== Data for this task

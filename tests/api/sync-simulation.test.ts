/**
 * Randomized sync simulation (promises 1, 3, 5 of src/contracts/sync.ts) on one service that
 * is restarted mid-run (the loop itself is in tests/support/sync-simulation.ts).
 */
import type { Server } from 'node:http';
import { afterAll, beforeAll, describe, expect, it } from 'vitest';
import { createApp } from '../../server/app';
import { freePort } from '../../server/bootstrap/postgres';
import { testDb } from '../support/database';
import { testMail, type TestMail } from '../support/mail';
import { runSyncSimulation } from '../support/sync-simulation';

let port: number;
let server: Server | null = null;
let closeDb: (() => Promise<void>) | null = null;
let mail: TestMail;

async function startService() {
  const db = testDb();
  const app = createApp({
    db,
    jwtSecret: 'sim-secret',
    log: () => undefined,
    rateLimitScope: `test-${Math.random().toString(36).slice(2)}:`,
    mailer: mail.mailer,
    appUrl: `http://127.0.0.1:${port}`,
  });
  server = await new Promise<Server>((resolve) => {
    const s = app.listen(port, '127.0.0.1', () => resolve(s));
  });
  closeDb = () => db.destroy();
}
async function stopService() {
  server?.closeAllConnections();
  await new Promise<void>((resolve) => (server ? server.close(() => resolve()) : resolve()));
  await closeDb?.();
  server = null;
}

beforeAll(async () => {
  mail = await testMail();
  port = await freePort();
  await startService();
});
afterAll(async () => {
  await stopService();
  await mail.close();
});

let conflictsResolved = 0;

describe('randomized sync simulation', () => {
  for (const seed of [1, 2, 3])
    it(`seed ${seed}: three clients, random offline periods and edits, a service restart: no edit lost, all converge`, async () => {
      conflictsResolved += await runSyncSimulation({
        seed,
        mail,
        baseFor: () => `http://127.0.0.1:${port}`,
        restart: async (whileDown) => {
          await stopService();
          await whileDown();
          await startService();
        },
      });
    }, 120000);

  it('the runs above met conflicts (so the no-loss check covered them)', () => {
    expect(conflictsResolved).toBeGreaterThan(0);
  });
});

====

Work task: The lines to copy are those in the records above containing the word "from".

Solution below:
import type { Server } from 'node:http';
import { afterAll, beforeAll, describe, expect, it } from 'vitest';
import { createApp } from '../../server/app';
import { freePort } from '../../server/bootstrap/postgres';
import { testDb } from '../support/database';
import { testMail, type TestMail } from '../support/mail';
import { runSyncSimulation } from '../support/sync-simulation';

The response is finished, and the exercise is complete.